>>>>>
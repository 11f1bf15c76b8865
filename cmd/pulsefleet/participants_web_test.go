package main

import (
	"encoding/json"
	"os"
	"path/filepath"
	"strconv"
	"strings"
	"testing"
	"time"

	"github.com/chromedp/chromedp"
)

// The enrolment round trip through the device page in a real headless
// Chromium: the operator enrols the device to a participant with a note;
// the CLI reads it back (participants list, devices --format json) and the
// audit log holds it. A second enrolment while the first is open is refused
// and the page shows the gateway's message naming both intervals; a name
// instead of a code shows the rule. Ending from the page closes the
// interval (list and audit), and the page says deletion is CLI-only.
func TestEnrolThroughThePageInChromium(t *testing.T) {
	rg := startEpisodeGatewayRG(t, "ward-p-01")
	bctx, do := pageBrowser(t, 1280, 1200)
	text := func(sel string) string {
		t.Helper()
		v, err := chromedp.Run(bctx, chromedp.Evaluate[string](`(document.querySelector('`+sel+`') || {}).textContent || ''`))
		if err != nil {
			t.Fatalf("read %s: %v", sel, err)
		}
		return v
	}
	// waitText waits until sel's text contains want (the page's answer).
	waitText := func(what, sel, want string) {
		t.Helper()
		do(what, chromedp.Poll[chromedp.Void](`(document.querySelector('`+sel+`') || {textContent: ''}).textContent.includes(`+jsString(want)+`)`,
			chromedp.WithPollingTimeout(15*time.Second)))
	}
	gw := []string{"--gateway", rg.GRPCAddr}
	cli := func(args ...string) string {
		t.Helper()
		code, out, errs := runCmd(append(args, gw...)...)
		if code != 0 {
			t.Fatalf("%v: exit %d: %s", args, code, errs)
		}
		return out
	}

	do("device page", chromedp.Navigate("http://"+rg.HTTPAddr+"/device/ward-p-01"), chromedp.WaitVisible(`#enrol-save`))
	if got := text(`#enrol-current`); !strings.Contains(got, "Not enrolled") {
		t.Errorf("before enrolment the panel says %q", got)
	}
	if got := text(`#participant`); !strings.Contains(got, "CLI only") || !strings.Contains(got, "participants delete --participant PID --confirm") {
		t.Errorf("the panel does not say that deletion is CLI-only:\n%s", got)
	}
	// Enrolled from 10 minutes ago (the from field takes the browser's local time).
	fromMS, err := chromedp.Run(bctx, chromedp.Evaluate[float64](`(() => {
		const d = new Date(Math.floor(Date.now() / 1000) * 1000 - 600000), p = n => String(n).padStart(2, '0');
		document.getElementById('enrol-from').value = d.getFullYear() + '-' + p(d.getMonth() + 1) + '-' + p(d.getDate()) + 'T' + p(d.getHours()) + ':' + p(d.getMinutes()) + ':' + p(d.getSeconds());
		return d.getTime(); })()`))
	if err != nil {
		t.Fatal(err)
	}
	do("enrol", chromedp.SendKeys(`#enrol-participant`, "P-0007"), chromedp.SendKeys(`#enrol-note`, "bed 7"), chromedp.Click(`#enrol-save`))
	waitText("enrolled", `#enrol-current`, "Enrolled to P-0007")
	if out := cli("participants", "list", "--format", "json"); !strings.Contains(out, strconv.FormatInt(int64(fromMS), 10)) {
		t.Errorf("enrolment from the page's from field: want from %d ms in\n%s", int64(fromMS), out)
	}
	if got := text(`#enrolments tbody`); !strings.Contains(got, "P-0007") || !strings.Contains(got, "open") || !strings.Contains(got, "bed 7") || !strings.Contains(got, "web@127.0.0.1") {
		t.Errorf("history after enrolment: %q", got)
	}
	if dir := os.Getenv("PULSEFLEET_SCREENSHOT_DIR"); dir != "" { // PULSEFLEET_SCREENSHOT_DIR=DIR keeps a picture of the panel
		png, err := chromedp.Run(bctx, chromedp.FullScreenshot(100))
		if err == nil {
			err = os.WriteFile(filepath.Join(dir, "participant-panel.png"), png, 0o644)
		}
		if err != nil {
			t.Errorf("screenshot: %v", err)
		}
	}

	if out := cli("participants", "list", "--format", "csv"); strings.Count(out, "\n") != 2 || !strings.Contains(out, "P-0007,ward-p-01,") || !strings.Contains(out, ",bed 7,") {
		t.Errorf("participants list after the page's enrolment:\n%s", out)
	}
	var devs []map[string]any
	if err := json.Unmarshal([]byte(cli("devices", "--format", "json")), &devs); err != nil {
		t.Fatalf("devices --format json: %v", err)
	}
	if len(devs) != 1 || devs[0]["deviceId"] != "ward-p-01" || devs[0]["participant"] != "P-0007" {
		t.Errorf("devices --format json: %v, want ward-p-01 with participant P-0007", devs)
	}
	if out := cli("audit", "--action", "participants.enrol"); !strings.Contains(out, "web@127.0.0.1") || !strings.Contains(out, "participant P-0007 on device ward-p-01") {
		t.Errorf("audit after the page's enrolment:\n%s", out)
	}

	// Overlap: P-0008 from now while P-0007's enrolment is open.
	do("overlap", chromedp.SendKeys(`#enrol-participant`, "P-0008"), chromedp.Click(`#enrol-save`))
	waitText("overlap refused", `#enrol-status.error`, "already enrolled to P-0007")
	if got := text(`#enrol-status`); !strings.Contains(got, "overlaps") || strings.Count(got, "Z..open") != 2 {
		t.Errorf("the overlap message does not name both intervals: %q", got)
	}
	// A name instead of a study code: the rule is named.
	do("name", chromedp.Evaluate[chromedp.Void](`document.getElementById('enrol-participant').value = ''`), chromedp.SendKeys(`#enrol-participant`, "MARIA"), chromedp.Click(`#enrol-save`))
	waitText("name refused", `#enrol-status.error`, "digit")
	if out := cli("participants", "list", "--format", "csv"); strings.Count(out, "\n") != 2 || strings.Contains(out, "P-0008") || strings.Contains(out, "MARIA") {
		t.Errorf("a refused enrolment was stored:\n%s", out)
	}

	do("end", chromedp.Click(`#enrol-end`))
	waitText("ended", `#enrol-current`, "Not enrolled")
	if out := cli("participants", "list", "--format", "json"); !strings.Contains(out, `"toUnixMs"`) && !strings.Contains(out, `"to_unix_ms"`) {
		t.Errorf("list after ending from the page has no end time:\n%s", out)
	}
	if out := cli("audit", "--action", "participants.end"); !strings.Contains(out, "web@127.0.0.1") || !strings.Contains(out, "participant P-0007 on device ward-p-01: enrolment ended") {
		t.Errorf("audit after ending from the page:\n%s", out)
	}
}

// jsString quotes s as a JavaScript string literal.
func jsString(s string) string {
	b, _ := json.Marshal(s)
	return string(b)
}
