package main

import (
	"bytes"
	"context"
	"encoding/json"
	"fmt"
	"math"
	"os"
	"path/filepath"
	"strings"
	"testing"

	"github.com/pulsefleet/pulsefleet/calibration"
)

// writeLinePairs writes noise-free pairs on SpO2 = 110 - 25 R (REFERENCES.md
// empirical line, common practice) for three subjects.
func writeLinePairs(t *testing.T) string {
	t.Helper()
	var b strings.Builder
	b.WriteString("ratio,reference_pct,subject\n")
	for s := 1; s <= 3; s++ {
		for i := 0; i < 30; i++ {
			r := 0.4 + 1.2*float64(i)/29 + 0.001*float64(s)
			fmt.Fprintf(&b, "%.6f,%.6f,bench-%d\n", r, 110-25*r, s)
		}
	}
	path := filepath.Join(t.TempDir(), "Proto B pairs.csv")
	if err := os.WriteFile(path, []byte(b.String()), 0o644); err != nil {
		t.Fatal(err)
	}
	return path
}

func runCmd(args ...string) (code int, stdout, stderr string) {
	var o, e bytes.Buffer
	code = run(context.Background(), args, stdio{in: strings.NewReader(""), out: &o, err: &e})
	return code, o.String(), e.String()
}

func TestCalibrateWritesCurveReportAndStats(t *testing.T) {
	pairs := writeLinePairs(t)
	dir := t.TempDir()
	out := filepath.Join(dir, "curve.yaml")
	report := filepath.Join(dir, "report")
	code, stdout, stderr := runCmd("calibrate", "--pairs", pairs, "--model", "linear", "--out", out,
		"--report", report, "--device-model", "proto-b")
	if code != 0 {
		t.Fatalf("exit %d: %s", code, stderr)
	}
	curve, err := calibration.Load(out)
	if err != nil {
		t.Fatal(err)
	}
	// Noise-free pairs on the empirical line come back as the line.
	if math.Abs(curve.Coefficients[0]-110) > 1e-6 || math.Abs(curve.Coefficients[1]+25) > 1e-6 {
		t.Errorf("coefficients %v, want [110 -25]", curve.Coefficients)
	}
	if curve.Name != "proto-b-pairs" || curve.DeviceModel != "proto-b" || curve.Version != 1 {
		t.Errorf("name %q device model %q version %d, want proto-b-pairs, proto-b, 1", curve.Name, curve.DeviceModel, curve.Version)
	}
	for _, want := range []string{"Arms %", "leave-one-subject-out", "bench-3", "mean predictor", "calibration file: " + out} {
		if !strings.Contains(stdout, want) {
			t.Errorf("stdout lacks %q:\n%s", want, stdout)
		}
	}
	for _, f := range []string{"curve.svg", "bland_altman.svg", "bland_altman_loso.svg", "report.html"} {
		if st, err := os.Stat(filepath.Join(report, f)); err != nil || st.Size() == 0 {
			t.Errorf("report file %s: %v", f, err)
		}
	}

	code, stdout, stderr = runCmd("calibrate", "--pairs", pairs, "--model", "quadratic", "--format", "json", "--name", "proto-b-q")
	if code != 0 {
		t.Fatalf("json: exit %d: %s", code, stderr)
	}
	var js struct {
		Curve struct{ Name string } `json:"curve"`
		LOSO  struct {
			Pooled struct {
				N       int     `json:"n"`
				ArmsPct float64 `json:"arms_pct"`
			} `json:"pooled"`
		} `json:"loso"`
	}
	if err := json.Unmarshal([]byte(stdout), &js); err != nil {
		t.Fatalf("stdout is not JSON: %v\n%s", err, stdout)
	}
	if js.Curve.Name != "proto-b-q" || js.LOSO.Pooled.N != 90 || js.LOSO.Pooled.ArmsPct > 1e-4 {
		t.Errorf("json: curve %q, loso n %d Arms %v; want proto-b-q, 90, ~0", js.Curve.Name, js.LOSO.Pooled.N, js.LOSO.Pooled.ArmsPct)
	}
}

func TestCalibrateUsageAndInputErrors(t *testing.T) {
	pairs := writeLinePairs(t)
	bad := filepath.Join(t.TempDir(), "bad.csv")
	if err := os.WriteFile(bad, []byte("ratio,reference_pct\n0.5,97\n0.6,abc\n"), 0o644); err != nil {
		t.Fatal(err)
	}
	for _, tc := range []struct {
		args []string
		code int
		want string
	}{
		{[]string{"calibrate", "--help"}, 0, "--pairs"},
		{[]string{"calibrate", "--model", "linear"}, 2, "--pairs: required"},
		{[]string{"calibrate", "--pairs", pairs, "--model", "cubic"}, 2, `--model: "cubic", want linear or quadratic`},
		{[]string{"calibrate", "--pairs", pairs, "--model", "linear", "--format", "xml"}, 2, "--format"},
		{[]string{"calibrate", "--pairs", bad, "--model", "linear"}, 1, `line 3: reference_pct: "abc" is not a number`},
		{[]string{"calibrate", "--pairs", pairs, "--model", "linear", "--name", "Bad Name"}, 1, "name:"},
	} {
		code, stdout, stderr := runCmd(tc.args...)
		if code != tc.code || !strings.Contains(stdout+stderr, tc.want) {
			t.Errorf("%v: exit %d, output %q; want exit %d and %q", tc.args, code, stdout+stderr, tc.code, tc.want)
		}
	}
}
<<<<<
ASSIGNMENT:
Beginning at the top of the data, please return every line until and including the line containing "intervals; a name", copied exactly, and nothing past it.

OUTPUT OF THE TASK:
repository 11f1bf15c76b8865
filename cmd/pulsefleet/participants_web_test.go
package main

import (
	"encoding/json"
	"os"
	"path/filepath"
	"strconv"
	"strings"
	"testing"
	"time"

	"github.com/chromedp/chromedp"
)

// The enrolment round trip through the device page in a real headless
// Chromium: the operator enrols the device to a participant with a note;
// the CLI reads it back (participants list, devices --format json) and the
// audit log holds it. A second enrolment while the first is open is refused
// and the page shows the gateway's message naming both intervals; a name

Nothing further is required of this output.